What you should do
Restate word for word the lines of the entries below, starting with the line that holds "from fits.engine.coverage.cells import" and ending with the line that holds "each setting, default", and no others.

Data supplied

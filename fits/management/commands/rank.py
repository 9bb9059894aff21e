"""Ranks curves against a table of data, without database or broker."""

from collections.abc import Sequence
from typing import Any

import numpy as np
from django.core.management.base import CommandParser
from threadpoolctl import threadpool_limits

from fits.assessments.detail import detail_document, error_sizes
from fits.assessments.document import level_key, result_document
from fits.engine.assess import assess
from fits.engine.scales import TABLE_DRAWS
from fits.management.base import FileCommand
from fits.management.options import add_options, read_inputs
from fits.management.text_table import aligned
from fits.reports import numbers


class Command(FileCommand):
    """`manage.py rank DATA CURVE …`"""

    help = "Rank curves against data: distance, p-values, and which confidence sets hold them."

    def add_arguments(self, parser: CommandParser) -> None:
        add_options(parser)
        parser.add_argument("curves", metavar="CURVE", nargs="+", help="table with x and y")
        parser.add_argument("--page", metavar="FILE", help="write a report page that stands alone")

    def compute(self, options: dict[str, Any]) -> None:
        inputs = read_inputs(options, options["curves"], command="rank")
        rng = np.random.default_rng(inputs.seed)
        # As in a worker: sums split over threads come out otherwise rounded.
        with threadpool_limits(limits=1):
            found = assess(inputs.data, inputs.curves, inputs.settings, rng=rng)
            result = result_document(found, seed=inputs.seed)
        if options["page"]:
            # Loaded here, since charts take longer to load than a ranking to compute.
            from fits.reports.standalone import render_standalone

            page = render_standalone(result, detail_document(found), inputs.context)
            self.write_file(options["page"], page)
        if options["json"]:
            self.write_json(options["json"], result)
        if options["json"] != "-":
            self.stdout.write(ranking_table(result, error_sizes(found)))


def ranking_table(result: dict[str, Any], sizes: Sequence[dict[str, Any]] = ()) -> str:
    """The result for people at a terminal; with the estimates of the error size where it is not known."""
    levels = [level_key(radius["level"]) for radius in result["radii"]]
    smallest = numbers.smallest_p_value(result["draws"])
    rows = [
        ["rank", "curve", "distance", "entry", "p-value", "scale p", "worst scale"]
        + [f"{100 * float(level):g} %" for level in levels]
    ]
    for curve in result["curves"]:
        marks = [_word(curve, level) for level in levels]
        rows.append(
            [
                f"{curve['rank']}{'' if curve['order_settled'] else '~'}",
                curve["name"],
                f"{curve['distance']:.4f}",
                numbers.entry_level(curve["entry_level"]["calibrated"], draws=result["draws"]),
                numbers.p_value(curve["p_value"], curve["p_value_error"], smallest=smallest),
                numbers.p_value(curve["scales"]["p_value"], smallest=numbers.smallest_p_value(TABLE_DRAWS)),
                f"> {curve['scales']['worst']['wider_than']:.3g}",
                *marks,
            ]
        )
    lines = aligned(rows)
    if not all(curve["order_settled"] for curve in result["curves"]):
        lines += ["", "~ the data do not settle the order of neighbours so marked"]
    if any("but off" in row[-k] for row in rows[1:] for k in range(1, len(levels) + 1)):
        lines += ["but off: inside the ball, rejected by the scale set; see its scale p and worst scale"]
    lines += ["", *aligned(_radii(result)), "", *_summary(result, sizes)]
    return "\n".join(lines + [f"Note: {note['message']}" for note in result["notes"]])


def _word(curve: dict[str, Any], level: str) -> str:
    if not curve["inside"]["exact"][level]:
        return "outside"
    return "inside" if curve["inside"]["scales"][level] else "inside, but off"


def _radii(result: dict[str, Any]) -> list[list[str]]:
    kinds = ("published", "calibrated", "cautious")
    return [["radius", *kinds]] + [
        [f"{100 * radius['level']:g} %", *(f"{radius[kind]:.4f}" for kind in kinds)]
        for radius in result["radii"]
    ]


def _summary(result: dict[str, Any], sizes: Sequence[dict[str, Any]]) -> list[str]:
    fit, leftover = result["fit"], result["leftover"]
    lines = [
        f"{result['release']['points']} points, resolution {fit['resolution']}, "
        f"{fit['effective_parameters']:.2f} effective parameters, {fit['shrinkage']} shrinkage"
    ]
    if leftover:
        lines.append(
            f"leftover χ² {leftover['chi2']:.2f} on {leftover['dof']}, p = {leftover['p_value']:.3g}"
        )
    for size in sizes:
        used = ", which is used" if size is sizes[0] else ""
        lines.append(
            f"error size from {size['source']}: {size['sigma']:.4g} ± {size['standard_error']:.2g}{used}"
        )
    lines.append("Inside means not ruled out at that level; it never means proved.")
    return lines
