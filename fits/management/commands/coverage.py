"""How often the confidence sets hold a truth that is known, by simulation."""

import sys
from functools import partial
from typing import Any

from django.core.management.base import CommandParser

from fits.engine.coverage.cells import POINTS, Cell, ErrorKind, cells
from fits.engine.coverage.curves import TrueCurve
from fits.engine.coverage.repeats import CellCoverage, run_cell
from fits.engine.settings import DEFAULT_LEVELS, Settings
from fits.management.base import FileCommand
from fits.management.coverage_document import coverage_document, coverage_json, coverage_tables
from fits.management.in_parallel import in_parallel, usable_cores
from fits.management.progress_bar import ProgressBar

# Half of what an assessment draws by default: the quantiles are a little less certain, which flatters no set.
DRAWS = 1000


class Command(FileCommand):
    """`manage.py coverage`"""

    help = "Simulate how often the confidence sets hold the truth, and how often they reject wrong curves."

    def add_arguments(self, parser: CommandParser) -> None:
        parser.add_argument("--repeats", type=int, default=1500, help="of each setting, default 1500")
        parser.add_argument("--seed", type=int, default=1, help="default 1")
        parser.add_argument("--draws", type=int, default=DRAWS, help=f"of each repeat, default {DRAWS}")
        parser.add_argument(
            "--processes", type=int, default=usable_cores(), help="default: one for each core"
        )
        parser.add_argument("--json", metavar="FILE", help="write the shares as JSON; - for standard output")
        only = parser.add_argument_group("only some settings; their numbers stay the same")
        only.add_argument("--errors", nargs="+", choices=[kind.value for kind in ErrorKind])
        only.add_argument("--points", nargs="+", type=int, choices=POINTS)
        only.add_argument("--truth", nargs="+", choices=[kind.value for kind in TrueCurve])

    def compute(self, options: dict[str, Any]) -> None:
        for name in ("repeats", "processes"):
            if options[name] < 1:
                self.refuse(f"--{name}: at least 1")
        if options["seed"] < 0:
            self.refuse("--seed: at least 0")
        settings = Settings(levels=DEFAULT_LEVELS, draws=options["draws"])
        found = _run(_chosen(options), options, settings)
        if options["json"]:
            text = coverage_json(coverage_document(found, seed=options["seed"], settings=settings))
            if options["json"] == "-":
                self.stdout.write(text)
                return
            self.write_file(options["json"], text)
        self.stdout.write(coverage_tables(found, settings=settings))


def _chosen(options: dict[str, Any]) -> list[tuple[int, Cell]]:
    """The settings asked for, with their places among all: what seeds them."""
    return [
        (index, cell)
        for index, cell in enumerate(cells())
        if (not options["errors"] or cell.errors.value in options["errors"])
        and (not options["points"] or cell.points in options["points"])
        and (not options["truth"] or cell.truth.value in options["truth"])
    ]


def _run(chosen: list[tuple[int, Cell]], options: dict[str, Any], settings: Settings) -> list[CellCoverage]:
    work = partial(_work, seed=options["seed"], repeats=options["repeats"], settings=settings)
    bar = ProgressBar(sys.stderr, total=len(chosen), of="settings")
    found: dict[int, CellCoverage] = {}
    try:
        for place, coverage in in_parallel(work, chosen, processes=min(options["processes"], len(chosen))):
            found[place] = coverage
            bar.advance()
    finally:
        bar.close()
    return [found[place] for place in range(len(chosen))]


def _work(piece: tuple[int, Cell], *, seed: int, repeats: int, settings: Settings) -> CellCoverage:
    index, cell = piece
    return run_cell(cell, index=index, seed=seed, repeats=repeats, settings=settings)
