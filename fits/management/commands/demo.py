"""`manage.py demo`: the site on a single machine with a made-up scenario in it."""

from typing import Any

from django.core.management.base import CommandParser

from core.management.site_command import SiteCommand
from core.single_machine import Site
from fits.management.demo import load, show

SECONDS_TO_ASSESS = 300.0


class Command(SiteCommand):
    """Loads the demo, has its assessments computed by the worker, prints address and sign-ins, and stays."""

    help = "Run the site with an invented lake and a lab class in it. Ctrl-C ends all its processes."

    def add_arguments(self, parser: CommandParser) -> None:
        """Those of the site, and whether to stay."""
        super().add_arguments(parser)
        parser.add_argument(
            "--exit-when-ready",
            action="store_true",
            help="check that a report opens by its share link, print the rankings and end",
        )

    def use(self, site: Site, options: dict[str, Any]) -> None:
        """Load and show."""
        assessments = load.load()
        passwords = load.fresh_passwords()
        self.stdout.write(
            f"\nInradius is at {site.address}  (Ctrl-C ends it)\n\nSign-ins of the demo, all made up:"
        )
        for account, password in passwords.items():
            self.stdout.write(f"  {account.email:<24} {password:<18} {account.does}")
        self.stdout.write(f"\nThe worker computes {len(assessments)} assessments …")
        self.stdout.flush()
        site.processes.wait_until(
            lambda: show.all_done(assessments), seconds=SECONDS_TO_ASSESS, what="the demo's assessments"
        )
        self.stdout.write("They are done. It looks for the peaks that the data demand …")
        self.stdout.flush()
        shown = show.reported(assessments)
        site.processes.wait_until(
            lambda: show.all_found(shown), seconds=SECONDS_TO_ASSESS, what="the features of the demo's report"
        )
        report = show.report_on(shown)
        self.stdout.write(
            f"They are found. Its report: {site.address.rstrip('/')}{report.get_absolute_url()}"
        )
        self.stdout.flush()
        if not options["exit_when_ready"]:
            site.watch()
        self.stdout.write(f"\n{show.rankings(assessments)}\n")
        sentence = show.open_by_share_link(report, site.address)
        self.stdout.write(f"A report opens by its share link and says:\n  {sentence}")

Task answer
from fits.engine.coverage.cells import POINTS, Cell, ErrorKind, cells
from fits.engine.coverage.curves import TrueCurve
from fits.engine.coverage.repeats import CellCoverage, run_cell
from fits.engine.settings import DEFAULT_LEVELS, Settings
from fits.management.base import FileCommand
from fits.management.coverage_document import coverage_document, coverage_json, coverage_tables
from fits.management.in_parallel import in_parallel, usable_cores
from fits.management.progress_bar import ProgressBar

# Half of what an assessment draws by default: the quantiles are a little less certain, which flatters no set.
DRAWS = 1000


class Command(FileCommand):
    """`manage.py coverage`"""

    help = "Simulate how often the confidence sets hold the truth, and how often they reject wrong curves."

    def add_arguments(self, parser: CommandParser) -> None:
        parser.add_argument("--repeats", type=int, default=1500, help="of each setting, default 1500")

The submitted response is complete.